Какое-то время Альбина сидела молча, глядя на Лидию не то с осуждением, не то с сожалением, а потом нерешительно отвела взгляд.
– Как это понимать? – Внутри Загорской тревожно тренькнул колокольчик.
– Лидочка, прости меня, если сможешь, – виновато произнесла Альбина и, стараясь не встречаться с подругой взглядом, опустила голову ещё ниже.
– Это что же, ты мне… ты мне отказываешь? Я правильно понимаю? – Разрастаясь, тревога постепенно переходила в тихую панику.
– Лида, прости меня, ради бога, прости! – Неожиданно Кусочкина всхлипнула, и по её худым щекам покатились слёзы. – Мне нужно было сказать тебе это ещё утром…
– Ты о чём? – Глядя на вздрагивающее, сплошь изрезанное узкими неглубокими морщинами лицо Али, Загорская устало поморщилась.
Истерика подруги в её планы не входила. Признаться честно, она надеялась на Алькину доброту и сознательность, а ещё на то, что друзья, как известно, должны идти друг за другом в огонь и в воду. То, что Альбина никуда идти не собиралась, существенно усложняло и без того деликатное положение, а уж слёзы, так некстати навернувшиеся ей на глаза, и вовсе путали все карты.
– Аль, перестань, мне и без твоих завываний несладко. – Лидия достала носовой платок и протянула его подруге: – На, возьми и прекрати разводить сырость.
– Лидочка, девочка моя, я перед тобой так виновата… – Непрерывно всхлипывая, Кусочкина прижала тонкий платочек к носу. – Если бы я только могла знать, чем всё это закончится, я бы не стала медлить ни единой минуточки!
– Алька, говори по-человечески, что у тебя произошло?! – Мокрое хлюпанье начало выводить Лидию из себя. – Будь человеком, Алька, перестань скулить и скажи, наконец, в чём ты виновата. Из-за твоего шмыганья носом я никак не могу понять, в чём дело.

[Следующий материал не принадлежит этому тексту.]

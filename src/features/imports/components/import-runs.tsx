import type { ImportRun } from "@shared/api/imports";
import { dateTime } from "@/lib/format";

const KIND_LABELS: Record<ImportRun["kind"], string> = { heats: "Heats", slabs: "Slabs", "process-samples": "Process samples", products: "Coils and plates" };

export function ImportRunsTable({ runs }: { runs: ImportRun[] }) {
  if (runs.length === 0) return <p className="text-sm text-ink-600">No imports yet.</p>;
  return (
    <div className="overflow-x-auto">
      <table className="w-full text-sm" data-testid="import-runs">
        <thead>
          <tr className="border-b-2 border-ink-200 text-left text-xs uppercase tracking-wide text-ink-600">
            <th className="px-2 py-2">Finished</th>
            <th className="px-2 py-2">Kind</th>
            <th className="px-2 py-2">From</th>
            <th className="px-2 py-2 text-right">Rows</th>
            <th className="px-2 py-2 text-right">Created</th>
            <th className="px-2 py-2 text-right">Updated</th>
            <th className="px-2 py-2 text-right">Unchanged</th>
            <th className="px-2 py-2 text-right">Slabs recomputed</th>
            <th className="px-2 py-2">By</th>
          </tr>
        </thead>
        <tbody>
          {runs.map((r) => (
            <tr key={r.id} className="border-b border-ink-100" data-testid="import-run">
              <td className="whitespace-nowrap px-2 py-2">{dateTime(r.finishedAt)}</td>
              <td className="px-2 py-2">{KIND_LABELS[r.kind]}</td>
              <td className="px-2 py-2">
                {r.source === "ingest" ? "level-2 feed" : (r.fileName ?? "upload")}
                <span className="ml-1 text-xs uppercase text-ink-500">{r.format}</span>
              </td>
              <td className="px-2 py-2 text-right tabular-nums">{r.rows}</td>
              <td className="px-2 py-2 text-right tabular-nums">{r.created}</td>
              <td className="px-2 py-2 text-right tabular-nums">{r.updated}</td>
              <td className="px-2 py-2 text-right tabular-nums">{r.unchanged}</td>
              <td className="px-2 py-2 text-right tabular-nums">{r.slabsResolved}</td>
              <td className="px-2 py-2">{r.by ?? "—"}</td>
            </tr>
          ))}
        </tbody>
      </table>
    </div>
  );
}
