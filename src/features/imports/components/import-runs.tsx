import { useTranslation } from "react-i18next";
import type { ImportRun } from "@shared/api/imports";
import { count, dateTime, DASH } from "@/lib/format";

export function ImportRunsTable({ runs }: { runs: ImportRun[] }) {
  const { t } = useTranslation("admin");
  if (runs.length === 0) return <p className="text-sm text-ink-600">{t("imports.runs.none")}</p>;
  return (
    <div className="overflow-x-auto">
      <table className="w-full text-sm" data-testid="import-runs">
        <thead>
          <tr className="border-b-2 border-ink-200 text-left text-xs uppercase tracking-wide text-ink-600">
            <th className="px-2 py-2">{t("imports.runs.finished")}</th>
            <th className="px-2 py-2">{t("imports.runs.kind")}</th>
            <th className="px-2 py-2">{t("imports.runs.from")}</th>
            <th className="px-2 py-2 text-right">{t("imports.runs.rows")}</th>
            <th className="px-2 py-2 text-right">{t("imports.runs.created")}</th>
            <th className="px-2 py-2 text-right">{t("imports.runs.updated")}</th>
            <th className="px-2 py-2 text-right">{t("imports.runs.unchanged")}</th>
            <th className="px-2 py-2 text-right">{t("imports.runs.slabsRecomputed")}</th>
            <th className="px-2 py-2">{t("imports.runs.by")}</th>
          </tr>
        </thead>
        <tbody>
          {runs.map((r) => (
            <tr key={r.id} className="border-b border-ink-100" data-testid="import-run">
              <td className="whitespace-nowrap px-2 py-2">{dateTime(r.finishedAt)}</td>
              <td className="px-2 py-2">{t(`imports.kinds.${r.kind}.label`)}</td>
              <td className="px-2 py-2">
                {r.source === "ingest" ? t("imports.runs.feed") : (r.fileName ?? t("imports.runs.upload"))}
                <span className="ml-1 text-xs uppercase text-ink-500">{r.format}</span>
              </td>
              <td className="px-2 py-2 text-right tabular-nums">{count(r.rows)}</td>
              <td className="px-2 py-2 text-right tabular-nums">{count(r.created)}</td>
              <td className="px-2 py-2 text-right tabular-nums">{count(r.updated)}</td>
              <td className="px-2 py-2 text-right tabular-nums">{count(r.unchanged)}</td>
              <td className="px-2 py-2 text-right tabular-nums">{count(r.slabsResolved)}</td>
              <td className="px-2 py-2">{r.by ?? DASH}</td>
            </tr>
          ))}
        </tbody>
      </table>
    </div>
  );
}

– Вчера вечером… – стараясь удержаться от слёз, Кусочкина глубоко и прерывисто вздохнула, – ко мне приходил Борис. Это было часов в десять, в начале одиннадцатого. Обычно он приходит раньше, потому что не хочет меня беспокоить так поздно, ты же знаешь, какой он милый и воспитанный мальчик…
– Знаю, знаю, – поторопила её Загорская. Боясь, как бы в Алькину голову не пришло в сотый раз перекладывать старую песню на новый лад, она быстро закивала, заранее соглашаясь с тем, что краше и умнее её страхолюдины-племянника нет в целом свете. – Зачем он к тебе приходил?
– Так ведь скоро Новый год, – мокро всхлипнула Альбина. – Сначала мы обменялись с Борюсиком подарками. Он принёс мне чудесный чайный сервиз, – она кивнула на коробку, перевязанную огромным малиновым бантом и стоящую нераспечатанной на полке серванта, – а я подарила ему чудесный тёмно-синий галстук с таким разводами, как… знаешь, как…
– Ну понятно, с узорами, – перебила её Лидия. – И что было дальше?
– Дальше мы сели попить чайку с печеньем. Я вчера напекла печенья из творога, Боречкино любимое. Я понимаю, что кушать сладкое на ночь вредно…
– Но вы всё-таки покушали, – сократила её бесконечные излияния Лидия.
– Сначала Боречка рассказывал мне о себе, о своём институте. У них только что началась зачётная сессия… хотя, впрочем, это не так важно, – прервала она сама себя, и, поняв, что институтской саги о зачётах и экзаменах ненаглядного Борюсика счастливым образом удалось избежать, Лидия с облегчением вздохнула, а Аля продолжила: – Боречка уже допивал чай, когда вдруг вспомнил, что хотел рассказать, и отложил чайную ложечку.
Чайная ложечка Борюсика не интересовала Лидию нисколько, но перебивать Альбину снова она не решилась. Растерявшись вконец и переутомившись от сильных переживаний, Алька могла пойти на новый круг всхлипываний, и тогда драгоценного времени потерялось бы вдвое больше, нежели оставь она всё, как есть сейчас.
– Когда он начал говорить, я уже почувствовала что-то неладное, что-то такое, что невозможно объяснить словами, – Альбина жалостливо сложила уголок бровей, – а когда он закончил, поняла, что не ошибалась.
– Ты скажешь когда-нибудь, что поведал тебе твой обожаемый Борюсик, или так и будешь переливать всякую сентиментальную чушь из пустого в порожнее?! – не выдержала Лидия.
– Леонид… покойный Леонид, – часто моргая, поправилась она, – к краже в твоём доме не причастен.
– Как это? – опешила Загорская.
– Твою квартиру обчистил не он.
– А кто? – Глаза Лидии стали огромными.
– У тебя в доме был его сын. Семён.
– Что-о-о? Быть того не может!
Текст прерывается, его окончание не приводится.